This isn't a select few women either. girls are taught from the time they can walk and smile their pearly whites that their beauty is important..in fact some believe it's what determines their worth. why is that and why can't we stop it? i'm too tired to get into all of the details of that and the sidenote companions such as female jealousy and so forth. i just brought it up irresponsibly i guess. the easy answer is my friend may very well be fine and dandy and i totally read her wrong, but just in case i want her to know that beauty and men don't mix..they don't get it and that's not our fault...ever. (and that includes our inner beauty too sister!)

you can't leave the subject line blank

what a weird week. it went by so quickly. a whir really. things are swell but i just can't catch my breath. it doesn't help that my day of reflection has turned into national gimp day. i woke up this morning, scratched my eye and slit it...yes, slit it. that on top of a tiny cold that keeps trying to sprout up have left me not so in the mood to sit back and analyze how life has been going. i'm gonna try hard though.




acting--no new news. someone recently contacted me about attending the "all of us" staff party, but i don't know if i'd count that as acting...more so feaux networking.



relationship--the guy is great at christmas time. i've never dated someone who volunteerily loves to sit and watch old christmas flicks together. last night i sat and made christmas gifts for the peeps at my job, we watched a movie, he cut ribbon and i tied. it's the little things folks.



friends--it's crazy how my buds seem to all posess qualities that seem to hit you at just the right time. one friend can make you laugh at the drop of a hat, one friend makes you feel as though you can change the world, another helps you out with your best friend's upcoming bachelorette party...another makes your heart do flips (i date that one). this morning i was listening to the radio and while the commercial was trying to get people to buy (consumer greed rearing its ugly head at christma time) it struck a more positive note...it was saying don't look at gift buying as a chore but rather a priviledge showing you just how lucky you are...you have people to that you can give back to--more importantly you have friends. i like it. mikey likes it folks!
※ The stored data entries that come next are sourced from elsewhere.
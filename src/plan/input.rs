//! `[input]` (and `[run.input]`): the docs/interface.md keys for formats, column
//! names and units, resolved into an `io::InputSpec` with SI factors.

use serde::{Deserialize, Serialize};

use crate::error::{Error, Result};
use crate::io::{ColumnMap, Format, InputSpec, Orientation};

/// `[input]` as written; every key optional so that a run's `[run.input]`
/// can override just what differs.
#[derive(Debug, Clone, Default, Deserialize, Serialize, PartialEq)]
#[serde(deny_unknown_fields)]
pub struct RawInput {
    /// csv | tsv | text | parquet | netcdf | mat (default csv).
    pub format: Option<String>,
    /// `columns = { x, y, u, v, … }`: the names to read (defaults below).
    pub columns: Option<RawColumns>,
    /// m | mm | px (default m).
    pub length_unit: Option<String>,
    /// m/s | mm/s | px (default m/s).
    pub velocity_unit: Option<String>,
    /// Metres per pixel.
    pub pixel_size: Option<f64>,
    /// Seconds between the two exposures.
    pub pulse_separation: Option<f64>,
    /// Lines to skip before the header line (text preambles).
    pub skip_lines: Option<usize>,
    /// Tolerance on node positions, as a fraction of the grid pitch
    /// (default 0.05), for coordinates printed with rounding.
    pub grid_tolerance: Option<f64>,
    /// up | down: which way y grows in the files (down: image rows).
    pub y_axis: Option<String>,
    /// up | down: which way a positive v points in the files (default: as
    /// `y_axis`).
    pub v_axis: Option<String>,
}

/// `[input] columns` as written: the header names (for `netcdf` and
/// `mat`, the variable names) of the columns to read; `None`: the default.
#[derive(Debug, Clone, Default, Deserialize, Serialize, PartialEq)]
#[serde(deny_unknown_fields)]
pub struct RawColumns {
    /// The x coordinate (default `x`).
    pub x: Option<String>,
    /// The y coordinate (default `y`).
    pub y: Option<String>,
    /// The x velocity (default `u`).
    pub u: Option<String>,
    /// The y velocity (default `v`).
    pub v: Option<String>,
    /// Per-vector standard uncertainty of u (default: none).
    pub sigma_u: Option<String>,
    /// Per-vector standard uncertainty of v (default: none).
    pub sigma_v: Option<String>,
    /// Nonzero marks an invalid vector (default: none).
    pub flag: Option<String>,
    /// The integer frame id of a parquet long table (default `frame`).
    pub frame: Option<String>,
    /// Nonzero marks a masked node ("no flow here").
    pub mask: Option<String>,
}

fn pick<T: Clone>(over: &Option<T>, base: &Option<T>) -> Option<T> {
    over.clone().or_else(|| base.clone())
}

impl RawInput {
    /// `over` (a run's `[run.input]`) on top of `self` (the campaign's).
    pub(crate) fn overridden_by(&self, over: &RawInput) -> RawInput {
        let cols = match (&self.columns, &over.columns) {
            (Some(b), Some(o)) => Some(RawColumns {
                x: pick(&o.x, &b.x),
                y: pick(&o.y, &b.y),
                u: pick(&o.u, &b.u),
                v: pick(&o.v, &b.v),
                sigma_u: pick(&o.sigma_u, &b.sigma_u),
                sigma_v: pick(&o.sigma_v, &b.sigma_v),
                flag: pick(&o.flag, &b.flag),
                frame: pick(&o.frame, &b.frame),
                mask: pick(&o.mask, &b.mask),
            }),
            (b, o) => pick(o, b),
        };
        RawInput {
            format: pick(&over.format, &self.format),
            columns: cols,
            length_unit: pick(&over.length_unit, &self.length_unit),
            velocity_unit: pick(&over.velocity_unit, &self.velocity_unit),
            pixel_size: pick(&over.pixel_size, &self.pixel_size),
            pulse_separation: pick(&over.pulse_separation, &self.pulse_separation),
            skip_lines: pick(&over.skip_lines, &self.skip_lines),
            grid_tolerance: pick(&over.grid_tolerance, &self.grid_tolerance),
            y_axis: pick(&over.y_axis, &self.y_axis),
            v_axis: pick(&over.v_axis, &self.v_axis),
        }
    }

    /// Resolves units to SI factors. `what` names the section for errors
    /// (e.g. `[input]` or `run 're2000' [run.input]`).
    pub fn resolve(&self, what: &str) -> Result<InputSpec> {
        let format = self.resolve_format(what)?;
        let columns = self.column_map();
        let (length_scale, velocity_scale) = self.unit_scales(what)?;
        let grid_tolerance = self.grid_tolerance.unwrap_or(0.05);
        if !(grid_tolerance > 0.0 && grid_tolerance < 0.5) {
            return Err(Error::usage(format!(
                "{what}: grid_tolerance = {grid_tolerance} must lie between 0 and 0.5 grid pitches"
            )));
        }
        let orientation = self.orientation(what)?;
        Ok(InputSpec {
            orientation,
            format,
            columns,
            length_scale,
            velocity_scale,
            skip_lines: self.skip_lines.unwrap_or(0),
            grid_tolerance,
            length_unit: self.length_unit.clone(),
            velocity_unit: self.velocity_unit.clone(),
            units_from_header: None,
        })
    }

    /// The frame file format (`format`, default csv).
    fn resolve_format(&self, what: &str) -> Result<Format> {
        Ok(match self.format.as_deref().unwrap_or("csv") {
            "csv" => Format::Csv,
            "tsv" => Format::Tsv,
            "text" => Format::Text,
            "parquet" => Format::Parquet,
            "netcdf" => Format::NetCdf,
            "mat" => Format::Mat,
            other => {
                return Err(Error::usage(format!(
                    "{what}: format = '{other}' is not known; expected csv, tsv, text, parquet, netcdf or mat"
                )))
            }
        })
    }

    /// The column names, defaults filled in.
    fn column_map(&self) -> ColumnMap {
        let c = self.columns.clone().unwrap_or_default();
        ColumnMap {
            x: c.x.unwrap_or_else(|| "x".into()),
            y: c.y.unwrap_or_else(|| "y".into()),
            u: c.u.unwrap_or_else(|| "u".into()),
            v: c.v.unwrap_or_else(|| "v".into()),
            sigma_u: c.sigma_u,
            sigma_v: c.sigma_v,
            flag: c.flag,
            frame: c.frame.unwrap_or_else(|| "frame".into()),
            mask: c.mask,
        }
    }

    /// Metres per length unit and (m/s) per velocity unit of the input.
    fn unit_scales(&self, what: &str) -> Result<(f64, f64)> {
        let positive = |name: &str, v: Option<f64>| -> Result<Option<f64>> {
            match v {
                Some(x) if !(x.is_finite() && x > 0.0) => Err(Error::usage(format!(
                    "{what}: {name} = {x} must be a positive number"
                ))),
                other => Ok(other),
            }
        };
        let pixel = positive("pixel_size", self.pixel_size)?;
        let dt = positive("pulse_separation", self.pulse_separation)?;
        let length_scale = match self.length_unit.as_deref().unwrap_or("m") {
            "m" => 1.0,
            "mm" => 1e-3,
            "px" => pixel.ok_or_else(|| {
                Error::usage(format!(
                    "{what}: length_unit = 'px' needs pixel_size (metres per pixel)"
                ))
            })?,
            other => {
                return Err(Error::usage(format!(
                    "{what}: length_unit = '{other}' is not known; expected m, mm or px"
                )))
            }
        };
        let velocity_scale = match self.velocity_unit.as_deref().unwrap_or("m/s") {
            "m/s" => 1.0,
            "mm/s" => 1e-3,
            "px" => {
                let p = pixel.ok_or_else(|| {
                    Error::usage(format!(
                        "{what}: velocity_unit = 'px' needs pixel_size (metres per pixel)"
                    ))
                })?;
                let t = dt.ok_or_else(|| {
                    Error::usage(format!(
                        "{what}: velocity_unit = 'px' needs pulse_separation (seconds between exposures)"
                    ))
                })?;
                p / t
            }
            other => {
                return Err(Error::usage(format!(
                    "{what}: velocity_unit = '{other}' is not known; expected m/s, mm/s or px"
                )))
            }
        };
        Ok((length_scale, velocity_scale))
    }

    /// `y_axis` and `v_axis` (v follows y unless stated).
    fn orientation(&self, what: &str) -> Result<Orientation> {
        let down = |key: &str, v: &Option<String>| -> Result<Option<bool>> {
            match v.as_deref() {
                None => Ok(None),
                Some("up") => Ok(Some(false)),
                Some("down") => Ok(Some(true)),
                Some(other) => Err(Error::usage(format!(
                    "{what}: {key} = '{other}' is not known; expected up or down"
                ))),
            }
        };
        let y = down("y_axis", &self.y_axis)?;
        let v = down("v_axis", &self.v_axis)?;
        let y_down = y.unwrap_or(false);
        Ok(Orientation {
            y_down,
            v_down: v.unwrap_or(y_down),
            stated: y.is_some(),
        })
    }

    /// The warning for positions in pixels with no stated y direction:
    /// pixel positions usually come from images, whose y grows downwards.
    pub(crate) fn orientation_warning(&self, what: &str) -> Option<String> {
        (self.length_unit.as_deref() == Some("px") && self.y_axis.is_none()).then(|| {
            format!(
                "{what}: positions are in pixels but [input] y_axis is not given; y was assumed \
                 to point up. Image coordinates usually grow downwards, which flips the sign \
                 of every vorticity: state y_axis = \"up\" or \"down\""
            )
        })
    }

    /// Metres per second per pixel of displacement, when the calibration
    /// (pixel size and pulse separation) is known.
    pub(crate) fn px_velocity(&self) -> Option<f64> {
        match (self.pixel_size, self.pulse_separation) {
            (Some(p), Some(t)) if p > 0.0 && t > 0.0 => Some(p / t),
            _ => None,
        }
    }
}

#[cfg(test)]
mod tests {
    use super::*;

    #[test]
    fn px_displacement_resolves_to_pixel_size_over_pulse_separation() {
        let raw = RawInput {
            velocity_unit: Some("px".into()),
            length_unit: Some("px".into()),
            pixel_size: Some(1e-5),
            pulse_separation: Some(2e-4),
            ..Default::default()
        };
        let s = raw.resolve("[input]").unwrap();
        assert_eq!(s.length_scale, 1e-5);
        assert!((s.velocity_scale - 0.05).abs() < 1e-15);
    }

    #[test]
    fn px_without_pulse_separation_is_a_usage_error() {
        let raw = RawInput {
            velocity_unit: Some("px".into()),
            pixel_size: Some(1e-5),
            ..Default::default()
        };
        let e = raw.resolve("[input]").unwrap_err();
        assert_eq!(e.exit_code(), 2);
        assert!(e.message.contains("pulse_separation"), "{e}");
    }

    #[test]
    fn run_override_keeps_campaign_columns_it_does_not_name() {
        let base = RawInput {
            columns: Some(RawColumns {
                x: Some("X".into()),
                u: Some("U".into()),
                ..Default::default()
            }),
            ..Default::default()
        };
        let over = RawInput {
            columns: Some(RawColumns {
                u: Some("Vx".into()),
                ..Default::default()
            }),
            ..Default::default()
        };
        let m = base.overridden_by(&over).resolve("x").unwrap();
        assert_eq!(m.columns.x, "X");
        assert_eq!(m.columns.u, "Vx");
        assert_eq!(m.columns.v, "v");
    }

    #[test]
    fn y_axis_down_turns_v_down_unless_v_axis_says_otherwise() {
        let raw = RawInput {
            y_axis: Some("down".into()),
            ..Default::default()
        };
        let o = raw.resolve("[input]").unwrap().orientation;
        assert!(o.y_down && o.v_down && o.stated);
        let raw = RawInput {
            v_axis: Some("up".into()),
            ..raw
        };
        let o = raw.resolve("[input]").unwrap().orientation;
        assert!(o.y_down && !o.v_down);
        let o = RawInput::default().resolve("[input]").unwrap().orientation;
        assert!(!o.y_down && !o.v_down && !o.stated);
        let e = RawInput {
            y_axis: Some("downwards".into()),
            ..Default::default()
        }
        .resolve("[input]")
        .unwrap_err();
        assert_eq!(e.exit_code(), 2);
        assert!(e.message.contains("y_axis = 'downwards'"), "{e}");
    }

    #[test]
    fn pixels_without_a_y_direction_warn() {
        let raw = RawInput {
            length_unit: Some("px".into()),
            ..Default::default()
        };
        assert!(raw
            .orientation_warning("run 'a'")
            .unwrap()
            .contains("y_axis"));
        let stated = RawInput {
            y_axis: Some("up".into()),
            ..raw
        };
        assert!(stated.orientation_warning("run 'a'").is_none());
        assert!(RawInput::default().orientation_warning("x").is_none());
    }
}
i think i'm rambling, but it's friday night and i'm enjoying being some what bored for a bit before i have to knock into gear and start doing big kid errands. there's still a lot on my mind this christmas...i think this blog is long enough though. tgif!!!



t

dr. jekyll and ms hyde

12.10.2006
it's a funny thing. i love to act. i even actually enjoy modeling, but if you talk to me right before i'm about to do either you'll be surprised to find a griping nervous twit. i don't know why but i just freak out beforehand. it would come as no shock then to know that i woke up this morning dreading today...a day i would do both. i have this 9-5 job that leaves me drained so you'd think i'd jump at the chance to be in my element more often but alas no. well at least not until i actually got into what i was doing. this morning i met up with a clever little photographer to take some interesting and different shots i've always wanted to do...you'll see the finished project hopefully soon and although i was a peach beforehand i just came alive once we started. it just feels good to be in front of a camera and becoming a character and creating something fun. that ish lasted all day (really!) and i froze my little tail off but it was so worth it.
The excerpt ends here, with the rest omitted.